The Dereelight is really nice looking. I love bezel down carry, something that's sorely lacking in lights this size. Considering the weight of most 2x123A lights and that their clips aren't super hard/tight, most cannot be clipped onto the brim of a hat (SF C2, SF M2, LP M1, etc.) which is the only reason for a bezel-up clip. The wire clip looks great too, and I like the simple 2-mode operation. But I'm a bit disappointed that it seems to have considerably lower output, about 75%, so about 85 lumens.


----------



## HiltiHome (Apr 23, 2007)

*Re: Dereelight DR-CL1H SSC & XR-E P4 - Mini Review - Many Pictures*

whc:

Is the two mode system part of the LA, or part of the head ?

Will we loose two mode when using common D26 LA ?


----------



## HiltiHome (Apr 23, 2007)

*Re: Dereelight DR-CL1H SSC & XR-E P4 - Mini Review - Many Pictures*

whc:

Is this a must have light, or just another nice light ?

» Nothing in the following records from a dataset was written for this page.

import { cpSync, existsSync, mkdirSync, renameSync, rmSync } from 'node:fs'
import { dirname, join } from 'node:path'
import Sqlite from 'better-sqlite3'
import { Refused } from './settings'
import { countPending, openDatabase } from '~~/server/utils/database'
import type { Config } from '~~/server/utils/config'

const databaseName = 'stillwet.db'
const storageName = 'storage'
const migrations = 'db/migrations'

type Places = Pick<Config, 'databaseFile' | 'storageFolder'>

const stamp = (now: number) => new Date(now).toISOString().slice(0, 19).replaceAll(':', '-')

/** What is wrong with a database file that is to be put back, or null. */
function fault(file: string): string | null {
  let client: Sqlite.Database | null = null
  try {
    client = new Sqlite(file, { readonly: true, fileMustExist: true })
    const found: unknown = client.pragma('integrity_check', { simple: true })
    if (found !== 'ok') return `The database in it is damaged: ${String(found)}.`
    if (!client.prepare(`select 1 from sqlite_master where name = 'studio'`).get()) return 'The database in it is not one of Stillwet’s.'
    return null
  }
  catch (error) {
    return `The database in it cannot be read: ${error instanceof Error ? error.message : String(error)}.`
  }
  finally {
    client?.close()
  }
}

/** Makes one plain file of a copied database, with no log beside it, so that the copy is whole wherever that file is carried. */
function standAlone(file: string): void {
  const client = new Sqlite(file)
  try {
    client.pragma('journal_mode = DELETE')
  }
  finally {
    client.close()
  }
}

/**
 * Copies database and storage into a new folder inside `folder`. The database is copied by SQLite itself, page by page in one piece, so a
 * server may go on writing meanwhile. A copy that cannot be read back is refused, and taken away.
 * @param now ms UTC, names the new folder
 * @returns the path of the new folder
 */
export async function makeArchive({ databaseFile, storageFolder }: Places, folder: string, now: number): Promise<string> {
  if (!existsSync(databaseFile)) throw new Refused(`There is no database at ${databaseFile}.`)
  const target = join(folder, `stillwet-${stamp(now)}`)
  if (existsSync(target)) throw new Refused(`${target} is there already. Try again in a second.`)
  mkdirSync(target, { recursive: true })
  const client = new Sqlite(databaseFile, { readonly: true, fileMustExist: true })
  try {
    await client.backup(join(target, databaseName))
  }
  finally {
    client.close()
  }
  standAlone(join(target, databaseName))
  const wrong = fault(join(target, databaseName))
  if (wrong) {
    rmSync(target, { recursive: true })
    throw new Refused(`The copy was not kept. ${wrong}`)
  }
  // What is being written this moment has no row yet in the copied database, and may be gone before it is read.
  if (existsSync(storageFolder)) cpSync(storageFolder, join(target, storageName), { recursive: true, filter: path => !path.endsWith('.part') })
  return target
}

/** Whether a server has the database open: nobody else may have it while it is exchanged. */
export function isOpen(databaseFile: string): boolean {
  const client = new Sqlite(databaseFile, { timeout: 0 })
  try {
    client.pragma('locking_mode = EXCLUSIVE')
    client.exec('begin exclusive; commit')
    return false
  }
  catch {
    return true
  }
  finally {
    client.close()
  }
}

/**
 * Puts a folder made by `makeArchive` in the place of database and storage. What stood there is renamed, not lost. Everything is looked at
 * before anything is touched: the copy whole, of this version or an earlier one, and no server running.
 * @returns a line saying what was done
 */
export function putBack({ databaseFile, storageFolder }: Places, folder: string, now: number): string {
  const copy = join(folder, databaseName)
  if (!existsSync(copy)) throw new Refused(`There is no ${databaseName} in ${folder}. Give a folder that npm run backup has made.`)
  const wrong = fault(copy) ?? (isNewer(copy) ? 'It was made by a later version. Bring Stillwet up to date first.' : null)
  if (wrong) throw new Refused(wrong)
  if (existsSync(databaseFile) && isOpen(databaseFile)) throw new Refused('The server is running. Stop it first.')
  const aside = `before-restore-${stamp(now)}`
  for (const suffix of ['', '-wal', '-shm']) if (existsSync(databaseFile + suffix)) renameSync(databaseFile + suffix, `${databaseFile}.${aside}${suffix}`)
  if (existsSync(storageFolder)) renameSync(storageFolder, `${storageFolder}.${aside}`)
  mkdirSync(dirname(databaseFile), { recursive: true })
  cpSync(copy, databaseFile)
  if (existsSync(join(folder, storageName))) cpSync(join(folder, storageName), storageFolder, { recursive: true })
  return `Put back from ${folder}. What stood here is kept under the name ${aside}.`
}

/** Whether a database knows migrations that this version does not. */
function isNewer(file: string): boolean {
  const ours = openDatabase(':memory:')
  const known = new Sqlite(file, { readonly: true })
  try {
    const applied = known.prepare<[], { n: number }>('select count(*) as n from __drizzle_migrations').get()?.n ?? 0
    return applied > countPending(ours, migrations)
  }
  finally {
    known.close()
    ours.$client.close()
  }
}
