import { readPhoto } from '~~/server/services/photos'
import { useConfig } from '~~/server/utils/config'
import { defineStudioHandler } from '~~/server/utils/handler'
import { sendPicture } from '~~/server/utils/picture'
import { idParams } from '#shared/schemas/common'

/** GET /api/photos/7: a photograph. */
export default defineStudioHandler({
  may: 'read the studio',
  params: idParams,
  run: async ({ db, studio, params, event }) => sendPicture(event, await readPhoto(db, useConfig().storageFolder, studio.id, params.id, 'photo')),
})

It has some nice features and seems to be very well build,
but the output isn't that great...

What do you think ?


----------



## whc (Apr 23, 2007)

*Re: Dereelight DR-CL1H SSC & XR-E P4 - Mini Review - Many Pictures*



jsr said:


> The Dereelight is really nice looking. I love bezel down carry, something that's sorely lacking in lights this size. Considering the weight of most 2x123A lights and that their clips aren't super hard/tight, most cannot be clipped onto the brim of a hat (SF C2, SF M2, LP M1, etc.) which is the only reason for a bezel-up clip. The wire clip looks great too, and I like the simple 2-mode operation. But I'm a bit disappointed that it seems to have considerably lower output, about 75%, so about 85 lumens.


 The output is actually brighter the first 10 seconds the light is turned on, then it becomes darker and more blue in tint (starts at about 8300LUX then drops down to about 6700Lux). Contacted Dereelight about this, and was told that this probably was the LED, so maybe bad BIN...?


----------



## whc (Apr 23, 2007)

*Re: Dereelight DR-CL1H SSC & XR-E P4 - Mini Review - Many Pictures*



HiltiHome said:


> whc:
> 
> Is the two mode system part of the LA, or part of the head ?
> 
> Will we loose two mode when using common D26 LA ?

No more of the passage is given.